Scientific classification
- Kingdom: Animalia
- Phylum: Chordata
- Class: Reptilia
- Order: Squamata
- Suborder: Serpentes
- Family: Colubridae
- Genus: Pseudalsophis
- Species: P. biserialis
- Binomial name: Pseudalsophis biserialis (Günther, 1860)

= Galapagos racer =

- Genus: Pseudalsophis
- Species: biserialis
- Authority: (Günther, 1860)
- Conservation status: NT

Species of snake

The Galápagos racer (Pseudalsophis biserialis) is a colubrid snake in the genus Pseudalsophis that is endemic to the Galápagos Islands.

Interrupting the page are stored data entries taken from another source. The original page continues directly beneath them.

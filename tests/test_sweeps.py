"""Whole-table sweeps: every W shape x deck profiles (1.5, 2, 3 in; perpendicular and parallel;
solid slab) x spans 10-60 ft x slab force from zero to full composite.

Properties (no published values; these are consequences of AISC 360-22 I3.2a plastic stress
distribution and of beam theory): results finite; Mn nondecreasing in the slab force (stud count)
and in slab thickness; deflection increasing with span; out-of-scope inputs refused with the clause.
"""

import numpy as np
import pytest

from engine.codes.aisc360_22.i8_anchors import qn_stud, rg_rp, stud_area
from engine.codes.aisc360_22.i3_composite import effective_width, plastic_moment
from engine.codes.aisc360_22.i1_materials import ec
from engine.model.deck import DeckProfile, Slab
from engine.model.scope import OutOfScopeError, check_scope
from engine.pipeline import evaluate_beam
from engine.model.inputs import BeamInput, StudSpec
from engine.model.shapes import find_shapes
from engine.mechanics.statics import UniformLoad, deflection, stations

SHAPES = find_shapes("*")
DECKS = {  # rib height, top, bottom, pitch (common profiles; geometry from memory of deck catalogues)
    "1.5in": DeckProfile("1.5in", 1.5, 2.5, 1.75, 6.0, 1.8),
    "2in": DeckProfile("2in", 2.0, 7.0, 5.0, 12.0, 2.0),
    "3in": DeckProfile("3in", 3.0, 7.0, 5.0, 12.0, 2.4),
}
CASES = [(None, "perpendicular")] + [(d, o) for d in DECKS for o in ("perpendicular", "parallel")]
SPANS_FT = np.arange(10, 61, 5)


def slab_for(deck_key, topping=3.25):
    deck = None if deck_key is None else DECKS[deck_key]
    return Slab("s", deck, topping if deck else topping + 2.0, 145.0, 4.0, lightweight=False)


@pytest.mark.parametrize("deck_key, orientation", CASES)
def test_strength_finite_and_monotone_in_slab_force_for_every_shape(deck_key, orientation):
    slab = slab_for(deck_key)
    for shape in SHAPES:
        for span_ft in SPANS_FT:
            b = sum(effective_width(span_ft * 12.0, 60.0, 60.0))
            ac = slab.strength_concrete_area(b, orientation)
            cf = min(shape.area * 50.0, 0.85 * 4.0 * ac, 0.85 * 4.0 * b * slab.topping)
            c = np.linspace(0.0, cf, 25)
            pm = plastic_moment(c, shape, 50.0, 4.0, b, slab.total_thickness)
            assert np.all(np.isfinite(pm.mn)) and np.all(pm.mn > 0), shape.name
            assert np.all(np.diff(pm.mn) >= -1e-6 * pm.mn[-1]), (shape.name, span_ft)


def test_strength_nondecreasing_in_slab_thickness_for_every_shape():
    for shape in SHAPES:
        previous = None
        for topping in (2.0, 2.5, 3.0, 3.5, 4.5, 6.0):
            slab = slab_for("3in", topping)
            b = 90.0
            cf = min(shape.area * 50.0, 0.85 * 4.0 * slab.strength_concrete_area(b, "perpendicular"))
            mn = float(plastic_moment(np.array([cf]), shape, 50.0, 4.0, b, slab.total_thickness).mn[0])
            assert np.isfinite(mn)
            if previous is not None:
                assert mn >= previous - 1e-9, (shape.name, topping)
            previous = mn


def test_stud_strength_finite_for_every_deck_case():
    asa = stud_area(0.75)
    for deck_key, orientation in CASES:
        n = np.arange(0, 4)
        if deck_key is None:
            rg, rp = rg_rp("none", n)
        elif orientation == "parallel":
            d = DECKS[deck_key]
            rg, rp = rg_rp("parallel", n, wr_over_hr=d.rib_average_width / d.rib_height)
        else:
            rg, rp = rg_rp("perpendicular", n, emid_ht=np.full(4, 2.5))
        q = qn_stud(asa, 4.0, ec(145.0, 4.0), 65.0, rg, rp)
        assert np.all(np.isfinite(q)) and np.all(q > 0)


def test_deflection_increases_with_span_for_every_shape():
    for shape in SHAPES:
        d = [float(deflection(stations(L * 12.0, 201), L * 12.0, (UniformLoad(0.1),), 29000.0 * shape.ix).max())
             for L in SPANS_FT]
        assert np.all(np.isfinite(d)) and np.all(np.diff(d) > 0), shape.name


def beam(shape, deck_key, orientation, span_ft, studs) -> BeamInput:
    return BeamInput(
        mark=f"{shape.name}-{span_ft}", shape=shape, span=span_ft * 12.0, fy=50.0, slab=slab_for(deck_key),
        orientation=orientation, slab_left=60.0, slab_right=60.0, superimposed_dead_psf=20.0, live_psf=80.0,
        studs=StudSpec(0.75, 65.0, 5.25 if deck_key != "3in" else 5.0, "weak", studs),
    )


def test_end_to_end_every_shape_no_nan():
    rng = np.random.default_rng(20261201)
    for shape in SHAPES:
        deck_key, orientation = CASES[rng.integers(len(CASES))]
        span_ft = int(rng.choice(SPANS_FT))
        r = evaluate_beam(beam(shape, deck_key, orientation, span_ft, int(rng.integers(0, 40))))
        for arr in (r.mu, r.ma, r.mn, r.slab_force):
            assert np.all(np.isfinite(arr)), shape.name
        for c in r.checks:
            assert np.isfinite(c.demand) and np.isfinite(c.capacity), (shape.name, c)
        assert r.verdict in ("pass", "review", "fail")


def test_more_studs_never_lower_strength_end_to_end():
    shape = next(s for s in SHAPES if s.name == "W21X50")
    previous = None
    for n in range(0, 61, 4):
        r = evaluate_beam(beam(shape, "3in", "perpendicular", 35, n))
        if previous is not None:
            assert np.all(r.mn >= previous - 1e-6), n
        previous = r.mn


@pytest.mark.parametrize("change, clause", [
    ({"rib_height": 3.5}, "I3.2c.1"),
    ({"fc": 2.5}, "I1.3"),
    ({"fc": 11.0}, "I1.3"),
])
def test_out_of_scope_inputs_refused_with_clause(change, clause):
    shape = SHAPES[100]
    deck = DeckProfile("x", change.get("rib_height", 3.0), 7.0, 5.0, 12.0, 2.4)
    slab = Slab("s", deck, 3.5, 145.0, change.get("fc", 4.0), lightweight=False)
    b = BeamInput(mark="X", shape=shape, span=360.0, fy=50.0, slab=slab, orientation="perpendicular",
                  slab_left=60.0, slab_right=60.0, superimposed_dead_psf=0.0, live_psf=50.0,
                  studs=StudSpec(0.75, 65.0, 5.0, "weak", 20))
    with pytest.raises(OutOfScopeError, match=clause):
        check_scope(b)
    with pytest.raises(OutOfScopeError):
        evaluate_beam(b)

It is a mildly venomous constrictor but it is not considered aggressive or harmful to humans. The two subspecies are the eastern and western racers, the latter being larger, longer, and darker than the former. The western subspecies specializes in hunting fish, while both subspecies eat small reptiles, eggs, rodents, and bird hatchlings. The Galapagos racer is near threatened due to recently introduced species that feed on snake eggs, including pigs, rats, mice, and cats. It is one of only three species of snakes on the Galápagos Islands, and it was first described in 1860. In November 2016, a video clip from the BBC series Planet Earth II showing a group of Galápagos racers hunting marine iguana hatchlings became a viral trend.

==Description==

The snake is the only snake that occurs in the islets around the Floreana Island in Galápagos. The average sizes of males and females are respectively 129 and 126 cm. The snake is mildly venomous, with venom impacting the snake's small prey, but without effect on humans. Their diet includes small lizards, invertebrates, and birds.

==Taxonomy and etymology==
Originally classified as Herpetodryas biserialis by Albert Günther in 1860, this species has been renamed numerous times since then. The generic names have included Dromicus, Orpheomorphus, and Oraphis.